(Task details): When the word "elastic" shows up in a line of the records below, copy that line.

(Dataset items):
----

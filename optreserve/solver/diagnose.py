"""What is short when no allocation meets the limits: the elastic model's slacks turned into
one line per shortfall (what, where, by how much)."""

from __future__ import annotations

import numpy as np
import pandas as pd

from optreserve.case.data import Case
from optreserve.errors import InfeasibleError
from optreserve.model.build import build_model
from optreserve.model.horizon import Horizon
from optreserve.solver.backends import solve_program
from optreserve.solver.readback import exact_points


# ------------------------------------------------------------------ infeasibility
def diagnose(case: Case, hz: Horizon | None = None, extend=None) -> InfeasibleError:
    """Re-solve with penalised slacks on every limit family and report the smallest relaxation
    that makes the case feasible, in engineering terms (recomputed independently)."""
    lp, info = build_model(case, elastic=True, hz=hz)
    if extend is not None:
        extend(lp, info)
    hz = info.hz
    out = solve_program(lp, engine="highspy")
    if out.x is None:
        return InfeasibleError("no allocation can meet the limits (diagnosis failed: "
                               f"{out.status})")
    points = exact_points(info, lp, out.x)
    labels = [str(p) for p in case.periods] if case.is_horizon else [""]
    F = case.limits.max_settled_deviation_hz
    s_set = lp.value(out.x, "slack_settled")
    link_ids = [str(x) for x in case.links["link"]]
    rows = []
    over_all = np.abs(points.flow_after_mw) - hz.Fmax[hz.inst_t]
    for m in range(len(hz.dP)):
        t = hz.inst_t[m]
        if s_set[m] > 1e-6:
            dev = abs(points.deviation_hz[m])
            rows.append({"family": "event", "element": hz.inst_name[m], "event": hz.inst_name[m],
                         "period": labels[t], "short_mw": float(s_set[m]),
                         "excess_hz": float(dev - F) if np.isfinite(dev) else float("inf"),
                         "over_mw": 0.0})
        for li in np.nonzero(over_all[m] > 1e-3)[0]:
            rows.append({"family": "link", "element": link_ids[li], "event": hz.inst_name[m],
                         "period": labels[t], "short_mw": 0.0, "excess_hz": 0.0,
                         "over_mw": float(over_all[m, li])})
    if "slack_nadir" in lp.var_blocks:
        s_nad = lp.value(out.x, "slack_nadir")
        for m in np.nonzero(s_nad > 1e-6)[0]:
            rows.append({"family": "nadir", "element": hz.inst_name[m], "event": hz.inst_name[m],
                         "period": labels[hz.inst_t[m]], "short_mw": float(s_nad[m]),
                         "excess_hz": 0.0, "over_mw": 0.0})
    if "slack_own" in lp.var_blocks:
        ta, aa = np.nonzero(hz.own > 0)
        s_own = lp.value(out.x, "slack_own")
        for k in np.nonzero(s_own > 1e-6)[0]:
            rows.append({"family": "area", "element": str(case.areas["area"].iloc[aa[k]]),
                         "event": "", "period": labels[ta[k]], "short_mw": float(s_own[k]),
                         "excess_hz": 0.0, "over_mw": 0.0})
    cols = ["family", "element", "event", "period", "short_mw", "excess_hz", "over_mw"]
    diag = pd.DataFrame(rows, columns=cols)
    if not case.is_horizon:
        diag = diag.drop(columns="period")
    lines = []
    for r in rows:
        when = f" in period {r['period']}" if r["period"] else ""
        if r["family"] == "event":
            lines.append(f"event {r['element']}{when}: {r['short_mw']:.1f} MW of response "
                         f"missing at the limit (settles {r['excess_hz'] * 1000:.1f} mHz beyond "
                         f"{F * 1000:.0f} mHz)")
        elif r["family"] == "nadir":
            lines.append(f"event {r['element']}{when}: nadir limit needs {r['short_mw']:.1f} "
                         "MW s more response energy before the nadir (faster or more headroom)")
        elif r["family"] == "link":
            lines.append(f"link {r['element']}: {r['over_mw']:.1f} MW over its limit after "
                         f"event {r['event']}{when}")
        else:
            lines.append(f"area {r['element']}{when}: own reserve {r['short_mw']:.1f} MW short")
    if not lines:
        lines.append("the limits conflict in a way no single relaxation explains")
    if len(lines) > 20:
        lines = lines[:20] + [f"... and {len(lines) - 20} more (see diagnosis.csv)"]
    return InfeasibleError("no allocation can meet the limits", lines, diag)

----

(Problem solution):
"""What is short when no allocation meets the limits: the elastic model's slacks turned into
    lp, info = build_model(case, elastic=True, hz=hz)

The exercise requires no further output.